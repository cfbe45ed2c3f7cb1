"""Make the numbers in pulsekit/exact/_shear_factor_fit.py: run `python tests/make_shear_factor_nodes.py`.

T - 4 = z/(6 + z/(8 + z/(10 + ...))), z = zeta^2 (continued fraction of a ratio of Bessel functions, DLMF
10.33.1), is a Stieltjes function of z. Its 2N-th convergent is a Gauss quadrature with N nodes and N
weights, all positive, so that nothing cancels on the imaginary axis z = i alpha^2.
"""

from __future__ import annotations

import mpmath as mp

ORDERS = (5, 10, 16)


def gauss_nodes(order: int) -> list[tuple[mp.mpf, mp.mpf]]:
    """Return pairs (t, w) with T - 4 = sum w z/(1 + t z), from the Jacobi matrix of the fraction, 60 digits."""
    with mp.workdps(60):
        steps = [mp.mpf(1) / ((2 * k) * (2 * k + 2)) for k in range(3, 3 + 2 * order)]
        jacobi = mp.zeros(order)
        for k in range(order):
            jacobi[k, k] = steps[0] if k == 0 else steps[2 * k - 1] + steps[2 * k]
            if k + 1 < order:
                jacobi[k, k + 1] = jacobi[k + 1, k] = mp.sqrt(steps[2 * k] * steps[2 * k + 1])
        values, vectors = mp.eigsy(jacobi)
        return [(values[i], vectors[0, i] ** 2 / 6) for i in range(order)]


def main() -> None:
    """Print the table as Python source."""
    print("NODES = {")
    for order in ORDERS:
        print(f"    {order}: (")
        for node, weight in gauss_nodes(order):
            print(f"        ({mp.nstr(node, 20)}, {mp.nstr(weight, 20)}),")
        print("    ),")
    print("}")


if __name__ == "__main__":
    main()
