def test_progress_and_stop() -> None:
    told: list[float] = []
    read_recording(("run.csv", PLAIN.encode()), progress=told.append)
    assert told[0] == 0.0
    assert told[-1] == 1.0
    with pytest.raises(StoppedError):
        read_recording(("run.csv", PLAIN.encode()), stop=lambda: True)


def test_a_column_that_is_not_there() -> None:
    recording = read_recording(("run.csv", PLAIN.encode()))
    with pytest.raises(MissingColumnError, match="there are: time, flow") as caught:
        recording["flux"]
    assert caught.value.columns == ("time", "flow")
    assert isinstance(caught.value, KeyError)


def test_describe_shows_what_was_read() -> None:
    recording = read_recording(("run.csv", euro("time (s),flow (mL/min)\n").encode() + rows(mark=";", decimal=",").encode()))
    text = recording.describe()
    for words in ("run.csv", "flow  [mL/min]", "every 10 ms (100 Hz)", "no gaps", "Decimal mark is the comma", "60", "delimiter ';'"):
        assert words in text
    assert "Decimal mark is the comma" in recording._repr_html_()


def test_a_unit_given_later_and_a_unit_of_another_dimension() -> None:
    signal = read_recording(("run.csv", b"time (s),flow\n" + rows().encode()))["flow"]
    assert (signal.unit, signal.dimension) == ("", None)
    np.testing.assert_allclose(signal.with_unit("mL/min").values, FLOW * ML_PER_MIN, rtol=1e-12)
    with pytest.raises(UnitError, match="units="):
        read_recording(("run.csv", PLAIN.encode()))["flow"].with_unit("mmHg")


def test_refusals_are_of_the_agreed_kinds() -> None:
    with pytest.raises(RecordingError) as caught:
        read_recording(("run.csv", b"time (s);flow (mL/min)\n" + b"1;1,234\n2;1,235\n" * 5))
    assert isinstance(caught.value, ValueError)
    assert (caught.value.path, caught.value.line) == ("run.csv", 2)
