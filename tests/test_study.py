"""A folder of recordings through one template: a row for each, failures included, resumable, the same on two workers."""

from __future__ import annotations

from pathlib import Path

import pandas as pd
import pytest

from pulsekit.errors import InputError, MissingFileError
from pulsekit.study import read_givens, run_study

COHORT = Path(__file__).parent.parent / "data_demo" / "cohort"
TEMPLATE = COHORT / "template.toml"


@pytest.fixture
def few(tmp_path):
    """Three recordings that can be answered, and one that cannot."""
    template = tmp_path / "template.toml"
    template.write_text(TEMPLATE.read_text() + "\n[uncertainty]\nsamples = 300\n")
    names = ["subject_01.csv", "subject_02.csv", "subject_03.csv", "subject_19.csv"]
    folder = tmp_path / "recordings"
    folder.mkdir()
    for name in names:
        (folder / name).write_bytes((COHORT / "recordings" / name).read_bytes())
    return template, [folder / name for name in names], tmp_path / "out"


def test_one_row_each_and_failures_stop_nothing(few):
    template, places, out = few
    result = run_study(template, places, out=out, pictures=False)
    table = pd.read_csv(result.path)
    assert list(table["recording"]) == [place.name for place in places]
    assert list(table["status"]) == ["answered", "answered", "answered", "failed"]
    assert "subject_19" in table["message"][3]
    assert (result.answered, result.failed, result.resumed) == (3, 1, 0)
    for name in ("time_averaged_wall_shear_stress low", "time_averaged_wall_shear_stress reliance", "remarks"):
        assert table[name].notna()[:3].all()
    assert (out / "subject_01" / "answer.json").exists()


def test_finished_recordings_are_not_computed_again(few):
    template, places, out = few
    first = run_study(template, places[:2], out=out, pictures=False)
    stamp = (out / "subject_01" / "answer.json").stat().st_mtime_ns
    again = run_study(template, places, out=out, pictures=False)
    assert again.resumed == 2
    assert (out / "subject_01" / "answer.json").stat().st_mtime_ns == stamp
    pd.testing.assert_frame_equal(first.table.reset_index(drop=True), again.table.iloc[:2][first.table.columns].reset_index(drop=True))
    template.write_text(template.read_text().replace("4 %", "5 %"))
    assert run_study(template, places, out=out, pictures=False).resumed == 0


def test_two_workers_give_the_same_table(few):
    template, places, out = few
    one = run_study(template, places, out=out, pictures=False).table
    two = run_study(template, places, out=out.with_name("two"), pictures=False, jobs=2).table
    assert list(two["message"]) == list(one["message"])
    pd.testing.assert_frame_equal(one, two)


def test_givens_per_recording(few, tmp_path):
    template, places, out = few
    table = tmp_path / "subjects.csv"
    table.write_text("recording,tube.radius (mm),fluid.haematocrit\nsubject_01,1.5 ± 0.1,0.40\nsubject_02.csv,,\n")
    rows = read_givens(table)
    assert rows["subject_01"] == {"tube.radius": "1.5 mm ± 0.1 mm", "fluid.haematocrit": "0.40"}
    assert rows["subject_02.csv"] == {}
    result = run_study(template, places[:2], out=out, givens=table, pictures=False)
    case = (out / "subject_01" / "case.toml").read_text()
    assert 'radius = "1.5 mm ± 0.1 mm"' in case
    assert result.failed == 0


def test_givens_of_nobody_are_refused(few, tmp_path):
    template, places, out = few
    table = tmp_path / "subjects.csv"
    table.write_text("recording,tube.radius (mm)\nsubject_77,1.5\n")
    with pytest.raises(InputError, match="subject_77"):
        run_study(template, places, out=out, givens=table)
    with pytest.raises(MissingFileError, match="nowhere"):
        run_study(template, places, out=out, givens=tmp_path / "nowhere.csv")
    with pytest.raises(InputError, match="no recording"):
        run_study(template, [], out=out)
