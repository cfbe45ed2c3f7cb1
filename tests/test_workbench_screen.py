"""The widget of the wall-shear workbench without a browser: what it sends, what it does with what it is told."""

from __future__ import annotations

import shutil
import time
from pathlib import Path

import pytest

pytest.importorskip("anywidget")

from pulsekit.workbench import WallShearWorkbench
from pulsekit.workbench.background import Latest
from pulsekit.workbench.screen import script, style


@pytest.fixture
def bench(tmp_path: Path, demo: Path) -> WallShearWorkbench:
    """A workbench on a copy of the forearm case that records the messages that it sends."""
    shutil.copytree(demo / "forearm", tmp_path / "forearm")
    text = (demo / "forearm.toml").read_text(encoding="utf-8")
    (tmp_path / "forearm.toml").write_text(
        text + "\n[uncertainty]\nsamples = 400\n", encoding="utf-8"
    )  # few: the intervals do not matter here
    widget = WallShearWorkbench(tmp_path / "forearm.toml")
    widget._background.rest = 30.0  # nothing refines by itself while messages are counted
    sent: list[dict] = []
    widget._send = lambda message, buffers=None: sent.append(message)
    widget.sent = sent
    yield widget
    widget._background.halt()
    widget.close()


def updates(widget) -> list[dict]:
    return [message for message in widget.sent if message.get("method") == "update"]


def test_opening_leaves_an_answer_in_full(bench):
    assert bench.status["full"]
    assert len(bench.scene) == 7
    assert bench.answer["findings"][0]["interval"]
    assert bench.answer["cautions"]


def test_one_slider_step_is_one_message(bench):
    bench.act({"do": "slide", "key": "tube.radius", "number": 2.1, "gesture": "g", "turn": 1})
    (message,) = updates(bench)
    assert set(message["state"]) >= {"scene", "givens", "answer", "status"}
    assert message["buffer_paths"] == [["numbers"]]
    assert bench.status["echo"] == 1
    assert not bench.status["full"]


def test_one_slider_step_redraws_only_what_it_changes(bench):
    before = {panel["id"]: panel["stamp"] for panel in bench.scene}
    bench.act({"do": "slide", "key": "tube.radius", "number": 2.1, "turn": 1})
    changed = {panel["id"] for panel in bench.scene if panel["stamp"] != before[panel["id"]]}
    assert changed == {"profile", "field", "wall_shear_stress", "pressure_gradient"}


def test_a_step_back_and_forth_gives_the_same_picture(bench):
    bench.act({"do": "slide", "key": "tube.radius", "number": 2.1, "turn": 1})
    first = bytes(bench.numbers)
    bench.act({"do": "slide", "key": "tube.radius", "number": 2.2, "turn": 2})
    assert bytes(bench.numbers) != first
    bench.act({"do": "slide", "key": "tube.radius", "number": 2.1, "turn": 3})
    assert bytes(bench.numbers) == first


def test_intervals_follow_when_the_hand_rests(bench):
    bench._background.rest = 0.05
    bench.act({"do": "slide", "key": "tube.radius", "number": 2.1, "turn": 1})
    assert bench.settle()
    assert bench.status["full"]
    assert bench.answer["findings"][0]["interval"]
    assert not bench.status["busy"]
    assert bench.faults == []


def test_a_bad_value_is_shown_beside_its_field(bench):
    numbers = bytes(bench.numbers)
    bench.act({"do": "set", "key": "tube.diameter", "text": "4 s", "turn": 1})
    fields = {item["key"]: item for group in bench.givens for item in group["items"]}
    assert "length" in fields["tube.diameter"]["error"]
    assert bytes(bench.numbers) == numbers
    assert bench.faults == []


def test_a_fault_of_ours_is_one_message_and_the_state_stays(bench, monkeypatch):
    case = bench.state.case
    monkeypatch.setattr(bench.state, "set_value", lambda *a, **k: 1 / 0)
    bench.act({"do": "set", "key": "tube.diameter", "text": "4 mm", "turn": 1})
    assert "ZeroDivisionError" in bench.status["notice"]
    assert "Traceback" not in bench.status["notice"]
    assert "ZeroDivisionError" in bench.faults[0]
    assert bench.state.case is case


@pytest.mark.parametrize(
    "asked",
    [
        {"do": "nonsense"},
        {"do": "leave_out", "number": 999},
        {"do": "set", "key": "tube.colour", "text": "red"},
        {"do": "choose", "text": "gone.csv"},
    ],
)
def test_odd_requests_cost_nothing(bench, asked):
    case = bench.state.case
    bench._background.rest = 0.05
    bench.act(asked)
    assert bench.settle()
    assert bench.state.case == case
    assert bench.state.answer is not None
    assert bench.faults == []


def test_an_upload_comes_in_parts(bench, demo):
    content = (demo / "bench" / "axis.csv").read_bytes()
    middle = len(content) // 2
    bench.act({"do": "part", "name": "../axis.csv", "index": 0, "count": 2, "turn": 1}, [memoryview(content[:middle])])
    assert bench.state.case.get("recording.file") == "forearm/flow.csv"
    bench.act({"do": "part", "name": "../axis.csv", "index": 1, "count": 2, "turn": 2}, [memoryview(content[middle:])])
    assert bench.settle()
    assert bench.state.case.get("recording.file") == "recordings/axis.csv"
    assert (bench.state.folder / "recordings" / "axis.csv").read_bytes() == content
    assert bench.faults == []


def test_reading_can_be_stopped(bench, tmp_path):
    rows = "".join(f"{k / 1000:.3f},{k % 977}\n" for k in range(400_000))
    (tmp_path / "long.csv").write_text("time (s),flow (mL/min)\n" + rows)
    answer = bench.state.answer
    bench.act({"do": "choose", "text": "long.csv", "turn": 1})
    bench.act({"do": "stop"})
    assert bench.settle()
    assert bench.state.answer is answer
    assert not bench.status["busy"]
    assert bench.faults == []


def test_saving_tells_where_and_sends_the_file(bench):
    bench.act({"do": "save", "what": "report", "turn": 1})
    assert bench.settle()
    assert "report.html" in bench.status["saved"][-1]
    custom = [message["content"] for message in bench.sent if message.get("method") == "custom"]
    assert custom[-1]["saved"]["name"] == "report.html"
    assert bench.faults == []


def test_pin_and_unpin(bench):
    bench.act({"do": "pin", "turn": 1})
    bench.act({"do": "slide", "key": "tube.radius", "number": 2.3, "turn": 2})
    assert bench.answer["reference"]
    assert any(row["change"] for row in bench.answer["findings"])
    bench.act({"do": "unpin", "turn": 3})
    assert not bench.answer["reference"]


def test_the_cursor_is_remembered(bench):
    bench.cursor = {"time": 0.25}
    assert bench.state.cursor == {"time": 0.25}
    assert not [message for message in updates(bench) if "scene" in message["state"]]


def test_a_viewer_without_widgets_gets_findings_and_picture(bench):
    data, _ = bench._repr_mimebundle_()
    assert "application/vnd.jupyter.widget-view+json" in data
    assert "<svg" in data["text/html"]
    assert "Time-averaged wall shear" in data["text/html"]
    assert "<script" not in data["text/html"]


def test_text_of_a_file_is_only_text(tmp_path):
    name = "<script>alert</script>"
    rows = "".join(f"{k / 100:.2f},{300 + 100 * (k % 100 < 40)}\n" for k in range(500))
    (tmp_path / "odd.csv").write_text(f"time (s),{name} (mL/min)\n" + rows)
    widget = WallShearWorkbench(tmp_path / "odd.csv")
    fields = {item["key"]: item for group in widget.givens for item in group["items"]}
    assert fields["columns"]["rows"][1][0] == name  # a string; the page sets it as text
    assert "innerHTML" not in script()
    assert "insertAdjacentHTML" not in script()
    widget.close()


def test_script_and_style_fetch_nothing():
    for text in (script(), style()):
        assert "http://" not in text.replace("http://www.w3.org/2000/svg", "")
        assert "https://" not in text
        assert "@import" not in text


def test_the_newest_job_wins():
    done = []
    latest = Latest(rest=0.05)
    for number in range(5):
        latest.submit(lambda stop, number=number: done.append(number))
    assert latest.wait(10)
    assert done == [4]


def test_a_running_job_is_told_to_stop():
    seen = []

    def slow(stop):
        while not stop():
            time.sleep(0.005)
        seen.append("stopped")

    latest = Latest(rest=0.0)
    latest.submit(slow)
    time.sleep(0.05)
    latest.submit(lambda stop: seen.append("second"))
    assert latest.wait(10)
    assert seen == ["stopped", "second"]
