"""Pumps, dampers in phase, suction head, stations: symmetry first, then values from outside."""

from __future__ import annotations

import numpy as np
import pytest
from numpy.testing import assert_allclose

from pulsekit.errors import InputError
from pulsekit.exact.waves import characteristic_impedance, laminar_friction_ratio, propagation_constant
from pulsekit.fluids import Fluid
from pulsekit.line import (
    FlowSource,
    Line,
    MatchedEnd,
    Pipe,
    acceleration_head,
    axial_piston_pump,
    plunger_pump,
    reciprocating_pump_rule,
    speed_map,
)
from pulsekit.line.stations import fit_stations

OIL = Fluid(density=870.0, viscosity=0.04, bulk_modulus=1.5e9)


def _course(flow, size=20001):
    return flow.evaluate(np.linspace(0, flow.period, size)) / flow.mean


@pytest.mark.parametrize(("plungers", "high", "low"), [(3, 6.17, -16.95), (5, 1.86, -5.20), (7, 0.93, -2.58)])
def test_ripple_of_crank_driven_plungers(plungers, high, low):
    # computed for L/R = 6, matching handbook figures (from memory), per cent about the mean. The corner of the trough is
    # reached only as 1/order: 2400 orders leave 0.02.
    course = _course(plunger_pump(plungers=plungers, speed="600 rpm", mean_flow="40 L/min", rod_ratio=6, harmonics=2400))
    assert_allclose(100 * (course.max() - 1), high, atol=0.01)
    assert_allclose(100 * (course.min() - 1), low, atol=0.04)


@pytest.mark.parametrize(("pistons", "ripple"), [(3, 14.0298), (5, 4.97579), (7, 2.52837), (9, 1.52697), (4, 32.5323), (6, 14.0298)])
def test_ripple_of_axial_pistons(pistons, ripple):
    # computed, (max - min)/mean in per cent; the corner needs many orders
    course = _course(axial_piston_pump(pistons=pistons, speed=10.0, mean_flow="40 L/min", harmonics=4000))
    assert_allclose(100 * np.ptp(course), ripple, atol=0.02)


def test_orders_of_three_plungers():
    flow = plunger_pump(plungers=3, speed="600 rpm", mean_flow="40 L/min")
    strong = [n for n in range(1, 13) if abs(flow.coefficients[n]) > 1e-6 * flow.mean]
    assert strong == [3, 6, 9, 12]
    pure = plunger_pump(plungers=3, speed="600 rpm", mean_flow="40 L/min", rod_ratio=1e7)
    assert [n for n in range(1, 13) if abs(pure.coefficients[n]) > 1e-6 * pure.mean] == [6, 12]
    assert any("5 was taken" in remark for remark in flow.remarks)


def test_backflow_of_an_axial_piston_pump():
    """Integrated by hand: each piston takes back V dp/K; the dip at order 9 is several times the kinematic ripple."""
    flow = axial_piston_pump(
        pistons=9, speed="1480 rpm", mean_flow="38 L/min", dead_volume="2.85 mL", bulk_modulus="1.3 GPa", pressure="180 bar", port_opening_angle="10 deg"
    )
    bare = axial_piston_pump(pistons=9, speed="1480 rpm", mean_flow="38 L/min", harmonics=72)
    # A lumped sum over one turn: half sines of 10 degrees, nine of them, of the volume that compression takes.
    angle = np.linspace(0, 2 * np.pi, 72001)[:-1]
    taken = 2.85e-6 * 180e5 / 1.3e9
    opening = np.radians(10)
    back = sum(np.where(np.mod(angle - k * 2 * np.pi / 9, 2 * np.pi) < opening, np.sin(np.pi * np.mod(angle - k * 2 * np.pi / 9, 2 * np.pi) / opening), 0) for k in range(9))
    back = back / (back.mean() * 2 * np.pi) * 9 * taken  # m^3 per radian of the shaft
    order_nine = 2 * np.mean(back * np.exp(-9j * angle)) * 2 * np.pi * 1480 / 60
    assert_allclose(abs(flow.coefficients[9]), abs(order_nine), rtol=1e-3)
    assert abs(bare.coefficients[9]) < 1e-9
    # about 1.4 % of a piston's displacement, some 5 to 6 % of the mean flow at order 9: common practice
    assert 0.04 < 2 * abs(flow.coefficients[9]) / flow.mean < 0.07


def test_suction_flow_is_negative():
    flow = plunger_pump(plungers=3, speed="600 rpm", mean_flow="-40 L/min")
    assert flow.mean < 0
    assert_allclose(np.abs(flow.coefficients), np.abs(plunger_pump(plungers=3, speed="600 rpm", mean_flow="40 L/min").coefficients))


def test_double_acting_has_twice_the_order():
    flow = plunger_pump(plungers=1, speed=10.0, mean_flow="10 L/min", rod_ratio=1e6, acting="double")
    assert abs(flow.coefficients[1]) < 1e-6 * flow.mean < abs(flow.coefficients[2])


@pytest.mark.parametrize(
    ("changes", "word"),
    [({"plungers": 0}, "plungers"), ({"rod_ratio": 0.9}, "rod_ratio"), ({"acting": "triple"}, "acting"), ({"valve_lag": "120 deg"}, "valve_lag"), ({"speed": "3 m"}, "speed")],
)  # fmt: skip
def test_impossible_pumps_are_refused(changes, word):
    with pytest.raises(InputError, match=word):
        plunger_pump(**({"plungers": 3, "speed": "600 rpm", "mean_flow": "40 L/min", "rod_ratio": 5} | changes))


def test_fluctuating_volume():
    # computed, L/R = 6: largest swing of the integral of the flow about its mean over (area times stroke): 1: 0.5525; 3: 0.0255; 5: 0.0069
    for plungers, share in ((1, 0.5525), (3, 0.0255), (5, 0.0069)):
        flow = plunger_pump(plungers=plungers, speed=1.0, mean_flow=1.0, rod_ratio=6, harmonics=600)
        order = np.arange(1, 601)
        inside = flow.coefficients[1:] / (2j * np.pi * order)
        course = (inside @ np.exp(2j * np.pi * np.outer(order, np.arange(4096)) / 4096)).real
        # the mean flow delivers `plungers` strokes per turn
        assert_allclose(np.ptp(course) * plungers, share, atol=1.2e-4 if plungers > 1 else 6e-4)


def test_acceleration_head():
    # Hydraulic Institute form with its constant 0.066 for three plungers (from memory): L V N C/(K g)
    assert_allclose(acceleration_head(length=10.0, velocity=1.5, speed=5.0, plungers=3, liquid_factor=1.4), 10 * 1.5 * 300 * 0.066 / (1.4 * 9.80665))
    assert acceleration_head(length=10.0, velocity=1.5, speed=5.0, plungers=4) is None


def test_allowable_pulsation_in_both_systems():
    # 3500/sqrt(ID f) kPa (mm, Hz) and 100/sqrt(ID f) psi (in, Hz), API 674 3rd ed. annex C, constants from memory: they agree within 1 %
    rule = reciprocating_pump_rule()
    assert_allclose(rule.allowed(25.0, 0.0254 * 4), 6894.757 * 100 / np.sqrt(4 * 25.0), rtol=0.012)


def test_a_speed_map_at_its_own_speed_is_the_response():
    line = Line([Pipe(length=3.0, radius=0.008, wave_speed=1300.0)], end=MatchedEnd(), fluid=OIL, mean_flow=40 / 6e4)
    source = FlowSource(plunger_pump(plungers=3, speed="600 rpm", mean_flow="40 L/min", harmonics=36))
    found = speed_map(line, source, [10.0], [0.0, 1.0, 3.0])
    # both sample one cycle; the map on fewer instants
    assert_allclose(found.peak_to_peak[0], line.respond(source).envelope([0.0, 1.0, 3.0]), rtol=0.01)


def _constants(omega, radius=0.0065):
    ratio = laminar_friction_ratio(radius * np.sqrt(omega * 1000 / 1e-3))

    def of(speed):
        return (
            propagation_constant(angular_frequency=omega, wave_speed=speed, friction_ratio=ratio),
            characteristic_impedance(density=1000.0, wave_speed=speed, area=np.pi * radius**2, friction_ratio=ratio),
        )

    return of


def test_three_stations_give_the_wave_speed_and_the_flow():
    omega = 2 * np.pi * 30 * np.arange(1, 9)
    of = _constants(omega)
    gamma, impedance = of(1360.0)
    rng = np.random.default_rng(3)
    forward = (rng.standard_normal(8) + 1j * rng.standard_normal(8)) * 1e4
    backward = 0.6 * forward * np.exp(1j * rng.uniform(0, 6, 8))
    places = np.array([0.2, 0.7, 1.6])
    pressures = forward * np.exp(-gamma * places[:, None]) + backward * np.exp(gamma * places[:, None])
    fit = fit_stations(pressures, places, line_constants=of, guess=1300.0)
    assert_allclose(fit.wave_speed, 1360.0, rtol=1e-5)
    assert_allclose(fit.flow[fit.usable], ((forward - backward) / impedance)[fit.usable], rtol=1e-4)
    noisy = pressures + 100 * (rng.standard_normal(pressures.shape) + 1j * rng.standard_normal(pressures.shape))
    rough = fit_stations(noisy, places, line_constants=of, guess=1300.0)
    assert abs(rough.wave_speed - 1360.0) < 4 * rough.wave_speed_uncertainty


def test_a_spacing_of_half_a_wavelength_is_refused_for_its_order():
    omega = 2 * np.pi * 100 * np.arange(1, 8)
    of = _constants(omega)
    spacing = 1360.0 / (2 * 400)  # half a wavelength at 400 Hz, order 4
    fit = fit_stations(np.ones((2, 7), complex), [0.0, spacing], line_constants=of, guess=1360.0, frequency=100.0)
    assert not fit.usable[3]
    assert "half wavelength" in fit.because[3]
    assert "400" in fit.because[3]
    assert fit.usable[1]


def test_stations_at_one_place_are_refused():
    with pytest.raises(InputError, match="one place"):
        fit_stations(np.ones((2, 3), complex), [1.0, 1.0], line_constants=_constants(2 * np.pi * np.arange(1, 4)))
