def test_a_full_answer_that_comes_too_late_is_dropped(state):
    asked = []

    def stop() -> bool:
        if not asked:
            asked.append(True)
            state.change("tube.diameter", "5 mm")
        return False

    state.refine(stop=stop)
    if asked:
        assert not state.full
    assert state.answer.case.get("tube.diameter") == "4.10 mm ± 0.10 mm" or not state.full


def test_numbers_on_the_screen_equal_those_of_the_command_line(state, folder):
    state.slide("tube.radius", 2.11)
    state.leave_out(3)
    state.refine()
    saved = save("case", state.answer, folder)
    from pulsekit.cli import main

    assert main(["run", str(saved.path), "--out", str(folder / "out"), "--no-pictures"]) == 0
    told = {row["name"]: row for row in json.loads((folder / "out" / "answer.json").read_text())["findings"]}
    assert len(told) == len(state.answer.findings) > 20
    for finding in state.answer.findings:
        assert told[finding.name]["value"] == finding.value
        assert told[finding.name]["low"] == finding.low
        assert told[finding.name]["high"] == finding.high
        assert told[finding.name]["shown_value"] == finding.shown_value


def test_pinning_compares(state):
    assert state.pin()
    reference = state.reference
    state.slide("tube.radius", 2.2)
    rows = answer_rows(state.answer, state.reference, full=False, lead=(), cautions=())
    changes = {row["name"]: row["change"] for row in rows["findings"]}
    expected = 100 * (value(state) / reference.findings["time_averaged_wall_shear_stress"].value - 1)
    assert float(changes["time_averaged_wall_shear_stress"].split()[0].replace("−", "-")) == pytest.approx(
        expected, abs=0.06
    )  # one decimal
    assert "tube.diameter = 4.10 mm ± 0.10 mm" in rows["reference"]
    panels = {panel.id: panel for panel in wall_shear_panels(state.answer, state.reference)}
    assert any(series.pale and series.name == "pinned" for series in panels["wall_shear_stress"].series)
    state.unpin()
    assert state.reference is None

════════════════

• TASK DIRECTIONS
Lines from the entries that contain the word "notice" are what the answer must hold.

• RESULT FOR THIS TASK
    assert "ZeroDivisionError" in bench.status["notice"]
    assert "Traceback" not in bench.status["notice"]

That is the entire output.